Once you have read the data below, print all of it exactly.
(Provided records begins)
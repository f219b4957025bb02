"""LaunchDatePicker: choose the departure and arrival dates of an interplanetary transfer.

Pick the origin and target planets, the ranges of departure and arrival
dates, the parking orbit about the origin, the orbit to brake into at the
target, and the vehicle's tank. The panel draws the launch-window map over
departure x arrival dates (the departure energy C3 or the delta-v of both
burns, filled; time of flight dotted), hatches and outlines the pairs the tank
affords, and marks the pair of dates chosen with the two sliders or a click
on the map. The readouts are those of :func:`deltakit.transfer_pair` at
exactly those dates; the button books them in the panel's own
:attr:`LaunchDatePicker.budget` through :func:`deltakit.add_transfer`
(:meth:`LaunchDatePicker.add_to` books them in any budget).

Dates
-----
Every date of the panel is a calendar day at 12:00 TDB, the time of day of the
J2000 epoch (69 s from 12:00 UTC: nothing a window map can see), so a day
is a whole multiple of 86 400 s and the sliders step by whole days.
:attr:`~deltakit.widgets.Panel.values` holds dates as TDB seconds past J2000
(SI, what :func:`deltakit.epoch` gives); :meth:`~LaunchDatePicker.set` and
the constructor also take ISO text (``"2028-11-15"``), ``datetime.date`` or
``numpy.datetime64`` (their calendar day). :attr:`LaunchDatePicker.pair`
carries the chosen dates as ``numpy.datetime64`` (UTC).

The map is the expensive part: it is computed once per set of bodies, date
ranges, orbits and tank (and kept for the last few), so a slider step or a
click costs one Lambert solution, :func:`deltakit.transfer_pair`, and moves
the marker by blitting.

Default case: the invented Ochrewing orbiter (:mod:`deltakit.demo`) in the
late-2028 Earth-Mars window, leaving a 400 km Earth orbit and braking into a
400 km x 33 000 km orbit about Mars; positions from JPL's DE421. The chosen
pair starts at the map's cheapest one (least delta-v of both burns).

Results are for preliminary analysis, not for flight operations.
"""

from __future__ import annotations

import datetime as _dt
import functools
import math
import warnings
from collections.abc import Mapping
from dataclasses import dataclass
from typing import Any, ClassVar, NamedTuple

import ipywidgets as widgets
import numpy as np

from .._text import escape_html, escape_mathtext
from ..budget import Budget
from ..constants import BODIES, G0
from ..demo import OCHREWING, OCHREWING_CAPTURE_ALTITUDES
from ..ephemeris import BODY_CODES, EPHEMERIS_SPAN
from ..errors import DomainError
from ..plotting._style import COLOURS, style_axes
from ..units import day, deg, km, km2_per_s2, km_per_s
from ._base import Computed, InputError, Panel, _Plan, choice, fmt, number, radius_at, slider, toggle
from ._format import html_notes, html_table
from ._stamped import stamped

__all__ = ["CONTOURS", "LaunchDatePicker", "PLANETS"]

#: The planets a transfer can leave from or go to (about the Sun), in order from the Sun.
PLANETS: tuple[str, ...] = tuple(name for name in BODY_CODES if name not in ("Sun", "Moon"))
#: What the map's fill shows.
CONTOURS: tuple[str, ...] = ("C3", "total delta-v")
#: Dates along each axis of the map (whole days, both ends included): 40 x 40 Lambert solutions.
GRID = 40

_NOON = np.datetime64("2000-01-01T12:00", "s")  # J2000's calendar day and time of day (TDB)
_FIRST_DAY = _dt.date(2000, 1, 1)
_AXIS_J2000 = 10957.5  # matplotlib's date number of 2000-01-01T12:00 (days since 1970-01-01)
_RANGES = ("departure_first", "departure_last", "arrival_first", "arrival_last")
_CHOSEN = ("departure", "arrival")
_RANGE_OF = {"departure": ("departure_first", "departure_last"), "arrival": ("arrival_first", "arrival_last")}
_WORDS = {
    "departure_first": "first departure date",
    "departure_last": "last departure date",
    "arrival_first": "first arrival date",
    "arrival_last": "last arrival date",
    "departure": "departure",
    "arrival": "arrival",
}
_SPAN_TEXT = "1899-07-29 to 2053-10-09"


# ---------------------------------------------------------------------- dates
def _date_text(seconds: float) -> str:
    """The calendar day (TDB) of TDB seconds past J2000, or the seconds when far beyond any calendar.

    >>> _date_text(0.0), _date_text(10_546 * 86_400.0), _date_text(1e300)
    ('2000-01-01', '2028-11-15', '1e+300 s from J2000')
    """
    if not abs(seconds) < 1e11:
        return f"{seconds:.3g} s from J2000"
    return str(_NOON + np.timedelta64(round(seconds), "s"))[:10]


def _calendar_day(value: Any, name: str) -> int:
    """Days from 2000-01-01 to the calendar day of a date given as text, date or datetime64."""
    try:
        if isinstance(value, _dt.datetime):
            value = value.date()
        if isinstance(value, _dt.date):
            return (value - _FIRST_DAY).days
        moment = np.datetime64(value)
        if np.isnat(moment):
            raise ValueError("not a time")
        return int(
            (moment.astype("datetime64[D]") - np.datetime64("2000-01-01", "D")) / np.timedelta64(1, "D")
        )
    except (ValueError, TypeError, OverflowError):
        raise DomainError(
            f"`{name}` must be a date (ISO text such as '2028-11-15', datetime.date, numpy.datetime64) "
            f"or TDB seconds past J2000, not {value!r}"
        ) from None


def _is_date(value: Any) -> bool:
    return isinstance(value, (str, _dt.date, np.datetime64))


# ---------------------------------------------------------------------- the case and its map
@dataclass(frozen=True)
class _Case:
    """The checked inputs of one view, SI."""

    origin: str
    target: str
    departures: tuple[float, float]
    arrivals: tuple[float, float]
    parking: float  # radius, m
    arrival_orbit: tuple[float, float]  # (rp, ra), m
    tank: tuple[float, float, float]  # (wet mass kg, exhaust velocity m/s, usable propellant kg)


class _WindowMap(NamedTuple):
    """The map on a grid of whole days: TDB seconds along each axis, fields over (departure, arrival)."""

    departures: np.ndarray
    arrivals: np.ndarray
    c3: np.ndarray
    total_dv: np.ndarray
    propellant: np.ndarray
    affordable: np.ndarray
    time_of_flight: np.ndarray
    cheapest: tuple[int, int] | None  # indices of the least total delta-v, None when no transfer


def _axis(first: float, last: float) -> np.ndarray:
    """Up to GRID whole days from ``first`` to ``last`` (TDB s), both ends included."""
    days = np.unique(np.round(np.linspace(first / day, last / day, GRID)))
    return np.clip(days * day, first, last)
(Provided records ends)
• [Response area]
repository f219b4957025bb02
"""LaunchDatePicker: choose the departure and arrival dates of an interplanetary transfer.

Pick the origin and target planets, the ranges of departure and arrival
dates, the parking orbit about the origin, the orbit to brake into at the
target, and the vehicle's tank. The panel draws the launch-window map over
departure x arrival dates (the departure energy C3 or the delta-v of both
burns, filled; time of flight dotted), hatches and outlines the pairs the tank
affords, and marks the pair of dates chosen with the two sliders or a click
on the map. The readouts are those of :func:`deltakit.transfer_pair` at
exactly those dates; the button books them in the panel's own
:attr:`LaunchDatePicker.budget` through :func:`deltakit.add_transfer`
(:meth:`LaunchDatePicker.add_to` books them in any budget).

Dates
-----
Every date of the panel is a calendar day at 12:00 TDB, the time of day of the
J2000 epoch (69 s from 12:00 UTC: nothing a window map can see), so a day
is a whole multiple of 86 400 s and the sliders step by whole days.
:attr:`~deltakit.widgets.Panel.values` holds dates as TDB seconds past J2000
(SI, what :func:`deltakit.epoch` gives); :meth:`~LaunchDatePicker.set` and
the constructor also take ISO text (``"2028-11-15"``), ``datetime.date`` or
``numpy.datetime64`` (their calendar day). :attr:`LaunchDatePicker.pair`
carries the chosen dates as ``numpy.datetime64`` (UTC).

The map is the expensive part: it is computed once per set of bodies, date
ranges, orbits and tank (and kept for the last few), so a slider step or a
click costs one Lambert solution, :func:`deltakit.transfer_pair`, and moves
the marker by blitting.

Default case: the invented Ochrewing orbiter (:mod:`deltakit.demo`) in the
late-2028 Earth-Mars window, leaving a 400 km Earth orbit and braking into a
400 km x 33 000 km orbit about Mars; positions from JPL's DE421. The chosen
pair starts at the map's cheapest one (least delta-v of both burns).

Results are for preliminary analysis, not for flight operations.
"""

from __future__ import annotations

import datetime as _dt
import functools
import math
import warnings
from collections.abc import Mapping
from dataclasses import dataclass
from typing import Any, ClassVar, NamedTuple

import ipywidgets as widgets
import numpy as np

from .._text import escape_html, escape_mathtext
from ..budget import Budget
from ..constants import BODIES, G0
from ..demo import OCHREWING, OCHREWING_CAPTURE_ALTITUDES
from ..ephemeris import BODY_CODES, EPHEMERIS_SPAN
from ..errors import DomainError
from ..plotting._style import COLOURS, style_axes
from ..units import day, deg, km, km2_per_s2, km_per_s
from ._base import Computed, InputError, Panel, _Plan, choice, fmt, number, radius_at, slider, toggle
from ._format import html_notes, html_table
from ._stamped import stamped

__all__ = ["CONTOURS", "LaunchDatePicker", "PLANETS"]

#: The planets a transfer can leave from or go to (about the Sun), in order from the Sun.
PLANETS: tuple[str, ...] = tuple(name for name in BODY_CODES if name not in ("Sun", "Moon"))
#: What the map's fill shows.
CONTOURS: tuple[str, ...] = ("C3", "total delta-v")
#: Dates along each axis of the map (whole days, both ends included): 40 x 40 Lambert solutions.
GRID = 40

_NOON = np.datetime64("2000-01-01T12:00", "s")  # J2000's calendar day and time of day (TDB)
_FIRST_DAY = _dt.date(2000, 1, 1)
_AXIS_J2000 = 10957.5  # matplotlib's date number of 2000-01-01T12:00 (days since 1970-01-01)
_RANGES = ("departure_first", "departure_last", "arrival_first", "arrival_last")
_CHOSEN = ("departure", "arrival")
_RANGE_OF = {"departure": ("departure_first", "departure_last"), "arrival": ("arrival_first", "arrival_last")}
_WORDS = {
    "departure_first": "first departure date",
    "departure_last": "last departure date",
    "arrival_first": "first arrival date",
    "arrival_last": "last arrival date",
    "departure": "departure",
    "arrival": "arrival",
}
_SPAN_TEXT = "1899-07-29 to 2053-10-09"


# ---------------------------------------------------------------------- dates
def _date_text(seconds: float) -> str:
    """The calendar day (TDB) of TDB seconds past J2000, or the seconds when far beyond any calendar.

    >>> _date_text(0.0), _date_text(10_546 * 86_400.0), _date_text(1e300)
    ('2000-01-01', '2028-11-15', '1e+300 s from J2000')
    """
    if not abs(seconds) < 1e11:
        return f"{seconds:.3g} s from J2000"
    return str(_NOON + np.timedelta64(round(seconds), "s"))[:10]


def _calendar_day(value: Any, name: str) -> int:
    """Days from 2000-01-01 to the calendar day of a date given as text, date or datetime64."""
    try:
        if isinstance(value, _dt.datetime):
            value = value.date()
        if isinstance(value, _dt.date):
            return (value - _FIRST_DAY).days
        moment = np.datetime64(value)
        if np.isnat(moment):
            raise ValueError("not a time")
        return int(
            (moment.astype("datetime64[D]") - np.datetime64("2000-01-01", "D")) / np.timedelta64(1, "D")
        )
    except (ValueError, TypeError, OverflowError):
        raise DomainError(
            f"`{name}` must be a date (ISO text such as '2028-11-15', datetime.date, numpy.datetime64) "
            f"or TDB seconds past J2000, not {value!r}"
        ) from None


def _is_date(value: Any) -> bool:
    return isinstance(value, (str, _dt.date, np.datetime64))


# ---------------------------------------------------------------------- the case and its map
@dataclass(frozen=True)
class _Case:
    """The checked inputs of one view, SI."""

    origin: str
    target: str
    departures: tuple[float, float]
    arrivals: tuple[float, float]
    parking: float  # radius, m
    arrival_orbit: tuple[float, float]  # (rp, ra), m
    tank: tuple[float, float, float]  # (wet mass kg, exhaust velocity m/s, usable propellant kg)


class _WindowMap(NamedTuple):
    """The map on a grid of whole days: TDB seconds along each axis, fields over (departure, arrival)."""

    departures: np.ndarray
    arrivals: np.ndarray
    c3: np.ndarray
    total_dv: np.ndarray
    propellant: np.ndarray
    affordable: np.ndarray
    time_of_flight: np.ndarray
    cheapest: tuple[int, int] | None  # indices of the least total delta-v, None when no transfer


def _axis(first: float, last: float) -> np.ndarray:
    """Up to GRID whole days from ``first`` to ``last`` (TDB s), both ends included."""
    days = np.unique(np.round(np.linspace(first / day, last / day, GRID)))
    return np.clip(days * day, first, last)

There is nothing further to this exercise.